[La mia esperienza] Ho un calcolo urinario ahah — dal supplizio della domenica a tutto ciò che ho studiato sul serio: cause, prevenzione, costi dell'operazione
Una domenica, un dolore da contorcersi ha rivelato un calcolo urinario di 6–8 mm. Studiato dal paziente stesso: la causa del dolore, chi è a rischio, il caffè e i costi reali della chirurgia.
Ebbene sì, è successo: ho un calcolo urinario ahah.
Una domenica mattina mi ha colpito un dolore mai provato prima, dal fianco fino al basso ventre. In piedi faceva male. Seduto faceva male. Sdraiato faceva male. Essendo domenica non c'era nessun ambulatorio aperto, così ho passato l'intera giornata rannicchiato a stringere i denti. Lunedì all'alba sono corso in ospedale, dove la diagnosi è arrivata quasi con nonchalance: «È un calcolo ureterale». Antidolorifici, e finalmente sono tornato a sentirmi umano — ma la pietra era già cresciuta a 6–8 mm e non ha alcuna fretta di uscire.

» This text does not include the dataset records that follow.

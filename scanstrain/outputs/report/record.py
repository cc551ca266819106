# SPDX-License-Identifier: MIT
"""The run record: inputs with their hashes, options, versions, times."""

from __future__ import annotations

from collections.abc import Iterator, Mapping
from typing import Any

from scanstrain.outputs.report.tables import MISSING, Cell, Row, Table, plain_number, table

Summary = Mapping[str, Any]
_INPUT = {
    "label": "Label", "file": "File", "date": "Date", "points": "Points", "dropped_points": "Points left out",
    "crs": "Coordinate system", "unit": "Unit", "sha256": "SHA-256",
}  # fmt: skip


def record_tables(summary: Summary) -> list[Table]:
    """Give everything that it takes to repeat the run."""
    inputs = summary["inputs"]
    rows: list[Row] = [[title, *(_text(inputs[epoch].get(key)) for epoch in inputs)] for key, title in _INPUT.items()]
    options: list[Row] = [[name, _text(value)] for name, value in flat(summary["config"])]
    software: list[Row] = [[name, _text(version)] for name, version in summary["software"].items()]
    timing = summary["timing"]
    stages: list[Row] = [[name, plain_number(seconds, 1, "s")] for name, seconds in timing["stages"].items()]
    memory = timing["peak_memory"]
    note = (
        f"Together {timing['total']:.1f} s"
        + (
            f", {timing['points_per_second']:,.0f} points per second".replace(",", " ")
            if timing["points_per_second"]
            else ""
        )
        + (f", at most {memory / 1e9:.1f} GB of memory" if memory else "")
        + "."
    )
    return [
        table("Inputs", ("", *(epoch.capitalize() for epoch in inputs)), rows, kind="long"),
        table("Options", ("Option", "Value"), options, kind="long"),
        table("Versions", ("Software", "Version"), software, kind="long"),
        table("Time", ("Stage", "Time"), stages, note=note),
    ]


def flat(options: Mapping[str, Any], before: str = "") -> Iterator[tuple[str, Any]]:
    """Write nested options as dotted names.

    >>> list(flat({"a": {"b": 1}, "c": [2], "d": [{"e": 3}]}))
    [('a.b', 1), ('c', [2]), ('d.1.e', 3)]
    """
    for name, value in options.items():
        if isinstance(value, Mapping):
            yield from flat(value, f"{before}{name}.")
        elif isinstance(value, list) and any(isinstance(each, Mapping) for each in value):
            for position, each in enumerate(value, 1):
                yield from flat(each, f"{before}{name}.{position}.")
        else:
            yield f"{before}{name}", value


def _text(value: Any) -> Cell:
    if value is None or value == "":
        return Cell(MISSING)
    if isinstance(value, bool):
        return Cell("yes" if value else "no")
    if isinstance(value, list):
        return Cell(", ".join(str(each) for each in value) or MISSING)
    return Cell(f"{value:,}".replace(",", " ") if isinstance(value, int) else str(value))
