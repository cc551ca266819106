# SPDX-License-Identifier: MIT
"""What the joints did that the user named, as a table."""

from __future__ import annotations

from collections.abc import Mapping
from typing import Any

from scanstrain.outputs.joint_table import WHOLE
from scanstrain.outputs.report.tables import MISSING, Cell, Table, measured, plain_number, table

Summary = Mapping[str, Any]
_LENGTH, _ANGLE = "disp_n", "spin"
"""Attributes whose units lengths and angles are written in."""
SMALLEST = 0.0001
"""Below this a probability is not written out."""


def joint_tables(summary: Summary) -> list[Table]:
    """Give one table with every joint as a whole, and one with the places along them; none without joints."""
    rows = summary.get("joints") or []
    if not rows:
        return []
    whole = [[row["joint"], *_jump(row)] for row in rows if row["place"] == WHOLE]
    places = [
        [f"{row['joint']}, {row['place']}", plain_number(row["along"], 2, "m"), *_jump(row), row["reason"] or ""]
        for row in rows
        if row["place"] != WHOLE
    ]  # fmt: skip
    jumps = ("Opening", "Slip", "Step", "Hinge", "p-value of no movement")
    note = (
        "With 95 % intervals. Opening is positive where the joint opens, slip where the other side moves to the left, "
        "step where the right side comes forward, hinge where it opens at the free side. "
        f"{MISSING}: the data do not support it."
    )
    made = [table("Joints as a whole", ("Joint", *jumps), whole, note=note)]
    if places:
        made.append(table("Places along the joints", ("Joint, place", "Along it", *jumps, "Why not"), places))
    return made


def _jump(row: Mapping[str, Any]) -> list[Cell]:
    lengths = [measured(row[name], row[f"{name}_sd"], _LENGTH) for name in ("opening", "slip", "step")]
    p = row["significance"]
    chance = Cell(f"under {SMALLEST:.4f}", p) if p is not None and p < SMALLEST else plain_number(p, 4)
    return [*lengths, measured(row["hinge"], row["hinge_sd"], _ANGLE), chance]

Così ho deciso di studiare la questione fino in fondo. Per tutti quelli che sono arrivati su questa pagina cercando con lo stesso dolore: ecco tutto quello che il paziente stesso ha studiato sul serio. (Questa è un'esperienza personale più i miei appunti di ricerca — per diagnosi e cure, dal medico!)
Pare che quel dolore sia uno dei «tre grandi» della medicina#
L'ho scoperto solo dopo: il dolore del calcolo urinario è classificato tra i «tre grandi dolori» della medicina, insieme al parto e alla nevralgia del trigemino. Per forza faceva così male. È anche citato, accanto a infarto ed emorragia subaracnoidea, tra i motivi frequenti di chiamata dell'ambulanza. L'incidenza in Giappone cresce anno dopo anno — ormai è una vera «malattia moderna».
Il meccanismo è questo: calcio, ossalato, acido urico e altre sostanze nelle urine cristallizzano e si insediano da qualche parte nelle vie urinarie (rene, uretere, vescica, uretra). A quanto pare una pietra che se ne sta ferma spesso non fa nemmeno male — ma nell'istante in cui una pietra formatasi nel rene scivola nell'uretere, un tubo di appena 4–7 mm di diametro, comincia l'inferno. Il cristallo duro intasa il tubo, l'urina si accumula, la pressione nella pelvi renale schizza alle stelle e martella i nervi circostanti. Questa è la «colica renale» — la vera identità di ciò che mi ha colpito quella domenica.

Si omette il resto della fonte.